THe vanilla smells good and does have a touch of burnt smell, which is intriguing- not a real sweet vanilla. The lavender smells good but not like I remember lavender-I have to go retrieve some of my other lavenders from the basement to compare. Floral garden is also nice but greener than I was expecting. I can always mix it with some florals I have, but I do not smell lily of the valley and lilies much. Sandalwood smells like sandalwood to me-warm and earthy. No idea about accel or if they last. If anyone has used any of their FO's I would love to hear how they liked (or didn't) them.


----------



## jcandleattic (Feb 1, 2012)

I'll let everyone know once I get mine how these scents are. 

I will say I appreciate the customer service I got from them today. Apparently there was a mix-up on the inventory levels on 2 of the scents I picked, and instead of just back-ordering them, or cancelling the oos items off my order, they called and asked me what I wanted to do. 
I ended up just getting different scents than I ordered in the first place but was glad for the call. 
Also, I'm a sucker for accents, and Derek's was lovely.


----------



## newbie (Feb 4, 2012)

I soaped the English Lav yesterday. It was a 90 % OO soap, so I'm not sure if there was any significant accel but it certainly didn't move it quickly like plumeria can (and others). It smells more like aftershave OOB so I wasn't too certain about it, but it smells like lavender now in the soap.

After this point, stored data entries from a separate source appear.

// ---------------------------------------------------------------- forest

#[test]
fn forest_has_a_marker_and_a_ci_line_per_study_the_diamond_and_the_prediction_interval() {
    let (json, bytes) = plot(
        &example("consortium-correlations.csv"),
        "--measure r --forest OUT",
        "f.svg",
    );
    let svg = parse_svg(&bytes);
    let k = k(&json);
    assert_eq!(k, 24);
    assert_eq!(
        count(&svg, "circle", "fill", STUDY),
        k,
        "one disc per study"
    );
    assert_eq!(
        count(&svg, "polyline", "stroke", STUDY),
        k,
        "one CI line per study"
    );
    assert_eq!(
        count(&svg, "polygon", "fill", POOLED),
        1,
        "one overall diamond"
    );
    assert_eq!(count(&svg, "polygon", "fill", GROUP), 0, "no subgroups");
    // The prediction interval is dashed (many pieces) plus two end bars.
    assert!(count(&svg, "polyline", "stroke", PREDICT) > 4);
    assert!(has_text(&svg, "Correlation (r)"), "axis title in words");
    assert!(has_text(&svg, "Prediction interval (95%)"));
    assert!(has_text(&svg, "Random-effects average (k = 24)"));
    for s in json["studies"].as_array().unwrap() {
        let label = s["study"].as_str().unwrap();
        assert!(has_text(&svg, label), "label {label} is shown");
    }
    // Marker areas follow the weights: the heaviest study has the largest disc.
    let discs: Vec<f64> = svg
        .iter()
        .filter(|e| e.tag == "circle" && e.attr("fill") == Some(STUDY))
        .map(|e| e.num("r"))
        .collect();
    let weights: Vec<f64> = json["studies"]
        .as_array()
        .unwrap()
        .iter()
        .map(|s| s["weight"].as_f64().unwrap())
        .collect();
    let heaviest = weights
        .iter()
        .enumerate()
        .max_by(|a, b| a.1.total_cmp(b.1))
        .unwrap()
        .0;
    let lightest = weights
        .iter()
        .enumerate()
        .min_by(|a, b| a.1.total_cmp(b.1))
        .unwrap()
        .0;
    assert!(discs[heaviest] > discs[lightest]);
    // The diamond spans the CI of the average: read in r.
    let avg = &json["average"]["reading"];
    let (lo, hi) = (
        avg["ci_low"].as_f64().unwrap(),
        avg["ci_high"].as_f64().unwrap(),
    );
    let text = format!(
        "{:.2} [{:.2}, {:.2}]",
        avg["estimate"].as_f64().unwrap(),
        lo,
        hi
    );
    assert!(has_text(&svg, &text), "{text}");
    // Pixel position of an r value, from the ticks labelled 0.0 and 0.4.
    let tick = |label: &str| {
        svg.iter()
            .find(|e| e.tag == "text" && e.text == label)
            .unwrap_or_else(|| panic!("tick {label}"))
            .num("x")
    };
    let (x0, x4) = (tick("0.0"), tick("0.4"));
    let px = |r: f64| x0 + r / 0.4 * (x4 - x0);
    let diamond = svg
        .iter()
        .find(|e| e.tag == "polygon" && e.attr("fill") == Some(POOLED))
        .unwrap()
        .points();
    let left = diamond.iter().map(|p| p.0).fold(f64::INFINITY, f64::min);
    let right = diamond
        .iter()
        .map(|p| p.0)
        .fold(f64::NEG_INFINITY, f64::max);
    assert!(
        (left - px(lo)).abs() <= 1.5,
        "diamond starts at the CI's lower end"
    );
    assert!(
        (right - px(hi)).abs() <= 1.5,
        "diamond ends at the CI's upper end"
    );
}

#[test]
fn forest_groups_studies_by_a_categorical_moderator_with_their_own_averages() {
    let (json, bytes) = plot(
        &example("consortium-correlations.csv"),
        "--measure r --moderator mode --forest OUT",
        "g.svg",
    );
    let svg = parse_svg(&bytes);
    assert_eq!(count(&svg, "circle", "fill", STUDY), k(&json));
    assert_eq!(
        count(&svg, "polygon", "fill", GROUP),
        2,
        "one diamond per level"
    );
    assert_eq!(count(&svg, "polygon", "fill", POOLED), 1);
    let groups = &json["subgroups"][0];
    assert_eq!(groups["moderator"], "mode");
    let mut total = 0;
    for level in groups["levels"].as_array().unwrap() {
        let (name, n) = (
            level["level"].as_str().unwrap(),
            level["k"].as_u64().unwrap(),
        );
        total += n;
        assert!(
            has_text(&svg, &format!("mode = {name}  (k = {n})")),
            "{name}"
        );
        assert!(has_text(&svg, &format!("Average of {name} ({n} studies)")));
    }
    assert_eq!(total as usize, k(&json));
    // Each group's studies come between its header and its average.
    let t = texts(&svg);
    let head = t
        .iter()
        .position(|x| x.starts_with("mode = online"))
        .unwrap();
    let avg = t
        .iter()
        .position(|x| x.starts_with("Average of online"))
        .unwrap();
    let online: Vec<&str> = json["studies"]
        .as_array()
        .unwrap()
        .iter()
        .filter(|s| s["moderators"][0] == "online")
        .map(|s| s["study"].as_str().unwrap())
        .collect();
    for label in online {
        let at = t.iter().position(|x| *x == label).unwrap();
        assert!(head < at && at < avg, "{label} is in the online group");
    }
}

#[test]
fn subgroup_averages_are_separate_fits_of_each_level() {
    // The per-level average in the result equals a fit of that level's rows alone.
    let file = example("consortium-correlations.csv");
    let (json, _) = plot(&file, "--measure r --moderator mode --forest OUT", "g.svg");
    let text = std::fs::read_to_string(&file).unwrap();
    let mut lines = text.lines();
    let mut online = format!("{}\n", lines.next().unwrap());
    for l in lines.filter(|l| l.ends_with(",online")) {
        online.push_str(l);
        online.push('\n');
    }
    let dir = tempfile::tempdir().unwrap();
    let sub = dir.path().join("online.csv");
    std::fs::write(&sub, online).unwrap();
    let o = pondus(&sub, "--measure r --json -").output().unwrap();
    assert!(o.status.success());
    let alone: Value = serde_json::from_slice(&o.stdout).unwrap();
    let level = json["subgroups"][0]["levels"]
        .as_array()
        .unwrap()
        .iter()
        .find(|l| l["level"] == "online")
        .unwrap()
        .clone();
    for field in ["estimate", "ci_low", "ci_high", "pi_low", "pi_high"] {
        let a = level["pooled"][field].as_f64().unwrap();
        let b = alone["average"][field].as_f64().unwrap();
        assert!((a - b).abs() < 1e-10, "{field}: {a} vs {b}");
    }
    assert_eq!(level["k"], alone["k"]);
}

WE'll see if it lasts over time, but so far so good, esp for the price.


----------



## jcandleattic (Feb 4, 2012)

Mine won't be here until Tuesday, so I'll probably not get a chance to soap them until next weekend.
I'll let you know how mine turn out...


----------



## jcandleattic (Feb 8, 2012)

Mine came today. 
OOB the Lemon Blossom is really strong and very lemony 
Fruit Fantasia is really fruity - smells really decent. 
Citrus Mist actually smells like pledge or some sort of citrus cleaner - not impressed...
Orange Cinnamon is like a Chrstmasy clovey type of scent - very spicy - not sure how it would do in soap - IME spicy scents tend to accelerate/seize on me. 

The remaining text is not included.